(Collection entries)
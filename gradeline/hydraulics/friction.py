"""Pipe friction: the Darcy friction factor, forward and inverse, and what follows from it.

Every function broadcasts over its arguments and returns float64.
"""

from __future__ import annotations

import numpy as np
import numpy.typing as npt

from gradeline.hydraulics.colebrook_white import (
    colebrook_white,
    colebrook_white_sensitivities,
    relative_roughness,
)
from gradeline.hydraulics.positive import positive

__all__ = [
    "LAMINAR_LIMIT",
    "TURBULENT_LIMIT",
    "colebrook_white",
    "colebrook_white_sensitivities",
    "darcy_friction_factor",
    "entrance_length",
    "friction_factor",
    "kinetic_energy_coefficient",
    "laminar",
    "regime",
    "relative_roughness",
    "roughness_reynolds",
    "velocity_head",
]

Array = npt.NDArray[np.float64]

#: Below this Reynolds number the flow counts as laminar.
LAMINAR_LIMIT = 2000.0
#: Above this Reynolds number the flow counts as turbulent; between the two limits it is critical.
TURBULENT_LIMIT = 4000.0


def _float(value: npt.ArrayLike) -> Array:
    return np.asarray(value, dtype=np.float64)


def laminar(reynolds: npt.ArrayLike) -> Array:
    """Return the Darcy friction factor of laminar pipe flow, 64/Re.

    Parameters
    ----------
    reynolds : array_like
        Reynolds number, dimensionless, above 0 (the law holds below 2000).

    Returns
    -------
    ndarray
        Darcy friction factor, dimensionless; NaN where the Reynolds number is not above 0.

    References
    ----------
    Hagen–Poiseuille flow in the form of the Darcy friction factor: any text on fluid mechanics.

    Examples
    --------
    >>> print(laminar(128.0))
    0.5
    """
    return np.asarray(64.0 / positive(reynolds))


def friction_factor(reynolds: npt.ArrayLike, relative_roughness: npt.ArrayLike) -> Array:
    """Return the Darcy friction factor by the law of the regime: 64/Re or Colebrook–White.

    Parameters
    ----------
    reynolds : array_like
        Reynolds number, dimensionless.
    relative_roughness : array_like
        Equivalent sand roughness over bore, dimensionless.

    Returns
    -------
    ndarray
        Darcy friction factor, dimensionless; NaN at rest and in the critical zone (Re 2000 to 4000), where
        no law holds.

    References
    ----------
    `laminar` and `colebrook_white`.

    Examples
    --------
    >>> print(friction_factor([1000.0, 3000.0, 1e5], 1e-4).round(5))
    [0.064      nan 0.01851]
    """
    re, rel = np.broadcast_arrays(_float(reynolds), _float(relative_roughness))
    return np.select(
        [re < LAMINAR_LIMIT, re > TURBULENT_LIMIT], [laminar(re), colebrook_white(re, rel)], default=np.nan
    )


def regime(reynolds: npt.ArrayLike) -> npt.NDArray[np.str_]:
    """Return the name of the flow regime.

    Parameters
    ----------
    reynolds : array_like
        Reynolds number, dimensionless, not negative.

    Returns
    -------
    ndarray of str
        ``"static"`` (Re = 0), ``"laminar"`` (below 2000), ``"critical"`` (2000 to 4000, both ends included),
        ``"turbulent"`` (above 4000); empty where the Reynolds number is NaN or negative.

    Examples
    --------
    >>> print(regime([0.0, 1999.0, 2000.0, 4000.0, 4001.0]))
    ['static' 'laminar' 'critical' 'critical' 'turbulent']
    """
    re = _float(reynolds)
    return np.select(
        [re == 0.0, re > TURBULENT_LIMIT, re >= LAMINAR_LIMIT, re > 0.0],
        ["static", "turbulent", "critical", "laminar"],
        default="",
    )


def kinetic_energy_coefficient(reynolds: npt.ArrayLike, friction_factor: npt.ArrayLike) -> Array:
    """Return the kinetic energy coefficient α of the velocity head α V²/2g.

    Parameters
    ----------
    reynolds : array_like
        Reynolds number, dimensionless.
    friction_factor : array_like
        Darcy friction factor of the turbulent law at that Reynolds number, dimensionless; not used, and free
        to be NaN, below Re 2000.

    Returns
    -------
    ndarray
        2 in laminar flow (and at rest), 1 + 2.7 f in turbulent flow, in the critical zone the two mixed in
        proportion to Re, so that α is continuous.

    Notes
    -----
    1 + 2.7 f is the rounded integral of a logarithmic profile with κ = 0.4: α = 1 + (15/32)(f/κ²)
    − (9/4)(f/8)^1.5/κ³, which is 1 + 2.7 f within 0.005 for f from 0.008 to 0.04.

    References
    ----------
    F. M. White, Fluid Mechanics, ch. 3 and 6, gives 2 for laminar flow and the logarithmic profile (from
    memory); the integral of the profile is done again in the tests.

    Examples
    --------
    >>> print(kinetic_energy_coefficient([1000.0, 3000.0, 1e5], 0.02))
    [2.    1.527 1.054]
    """
    re, f = np.broadcast_arrays(_float(reynolds), _float(friction_factor))
    turbulent = 1.0 + 2.7 * f
    share = (re - LAMINAR_LIMIT) / (TURBULENT_LIMIT - LAMINAR_LIMIT)
    return np.select(
        [re < LAMINAR_LIMIT, re > TURBULENT_LIMIT, re >= LAMINAR_LIMIT],
        [np.full(re.shape, 2.0), turbulent, 2.0 + share * (turbulent - 2.0)],
        default=np.nan,
    )


def velocity_head(velocity: npt.ArrayLike, gravity: npt.ArrayLike) -> Array:
    """Return the velocity head V²/2g, without the kinetic energy coefficient.

    Parameters
    ----------
    velocity : array_like
        Mean velocity over the bore, m/s.
    gravity : array_like
        Local gravity, m/s².

    Returns
    -------
    ndarray
        Velocity head, m of flowing fluid.

    Examples
    --------
    >>> print(f"{velocity_head(2.0, 9.80665):.4f}")
    0.2039
    """
    return np.asarray(_float(velocity) ** 2 / (2.0 * _float(gravity)))


def entrance_length(reynolds: npt.ArrayLike, diameter: npt.ArrayLike) -> Array:
    """Return the length from an inlet in which the flow is not yet developed.

    Parameters
    ----------
    reynolds : array_like
        Reynolds number, dimensionless, not negative.
    diameter : array_like
        Bore, m.

    Returns
    -------
    ndarray
        Entrance length, m: 0.06 Re D up to Re 4000, 4.4 Re^(1/6) D above.

    References
    ----------
    Both formulas stand in B. R. Munson, D. F. Young, T. H. Okiishi, Fundamentals of Fluid Mechanics, ch. 8
    (from memory). Printed laminar factors run from 0.05 to 0.065.

    Examples
    --------
    >>> print(entrance_length([1000.0, 1e6], 0.02).round(2))
    [1.2  0.88]
    """
    re = _float(reynolds)
    ratio = np.where(re > TURBULENT_LIMIT, 4.4 * np.maximum(re, 0.0) ** (1.0 / 6.0), 0.06 * re)
    return np.asarray(ratio * _float(diameter))


def roughness_reynolds(
    roughness: npt.ArrayLike,
    velocity: npt.ArrayLike,
    friction_factor: npt.ArrayLike,
    kinematic_viscosity: npt.ArrayLike,
) -> Array:
    """Return the roughness Reynolds number ε u*/ν; below 5 the wall is hydraulically smooth.

    Parameters
    ----------
    roughness : array_like
        Equivalent sand roughness, m.
    velocity : array_like
        Mean velocity, m/s.
    friction_factor : array_like
        Darcy friction factor, dimensionless, not negative.
    kinematic_viscosity : array_like
        m²/s, above 0.

    Returns
    -------
    ndarray
        ε u*/ν, dimensionless, with the friction velocity u* = V √(f/8).

    References
    ----------
    J. Nikuradse, VDI-Forschungsheft 361 (1933), in English as NACA TM 1292 (1950).

    Examples
    --------
    >>> print(f"{roughness_reynolds(1e-5, 2.0, 0.02, 1e-6):.2f}")
    1.00
    """
    friction_velocity = _float(velocity) * np.sqrt(_float(friction_factor) / 8.0)
    return np.asarray(_float(roughness) * friction_velocity / _float(kinematic_viscosity))


def darcy_friction_factor(
    slope: npt.ArrayLike, diameter: npt.ArrayLike, velocity: npt.ArrayLike, gravity: npt.ArrayLike
) -> Array:
    """Return the Darcy friction factor from a measured friction slope.

    Parameters
    ----------
    slope : array_like
        Friction slope, the fall of the energy grade line per metre of pipe, dimensionless.
    diameter : array_like
        Bore, m.
    velocity : array_like
        Mean velocity, m/s.
    gravity : array_like
        Local gravity, m/s².

    Returns
    -------
    ndarray
        f = 2 g D S/V², dimensionless, of the sign of the slope; NaN at rest.

    References
    ----------
    The Darcy–Weisbach equation, in any text on hydraulics. The Fanning factor is a quarter of this one.

    Examples
    --------
    >>> print(f"{darcy_friction_factor(0.1, 0.025, 2.0, 9.80665):.5f}")
    0.01226
    """
    squared = positive(_float(velocity) ** 2)
    return np.asarray(2.0 * _float(gravity) * _float(diameter) * _float(slope) / squared)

▶ [What the task requires]:
After locating the line that contains "import numpy as np", please copy exactly every line from the start of the records through it, and nothing else.

▶ [Worked solution]:
filename gradeline/hydraulics/friction.py
"""Pipe friction: the Darcy friction factor, forward and inverse, and what follows from it.

Every function broadcasts over its arguments and returns float64.
"""

from __future__ import annotations

import numpy as np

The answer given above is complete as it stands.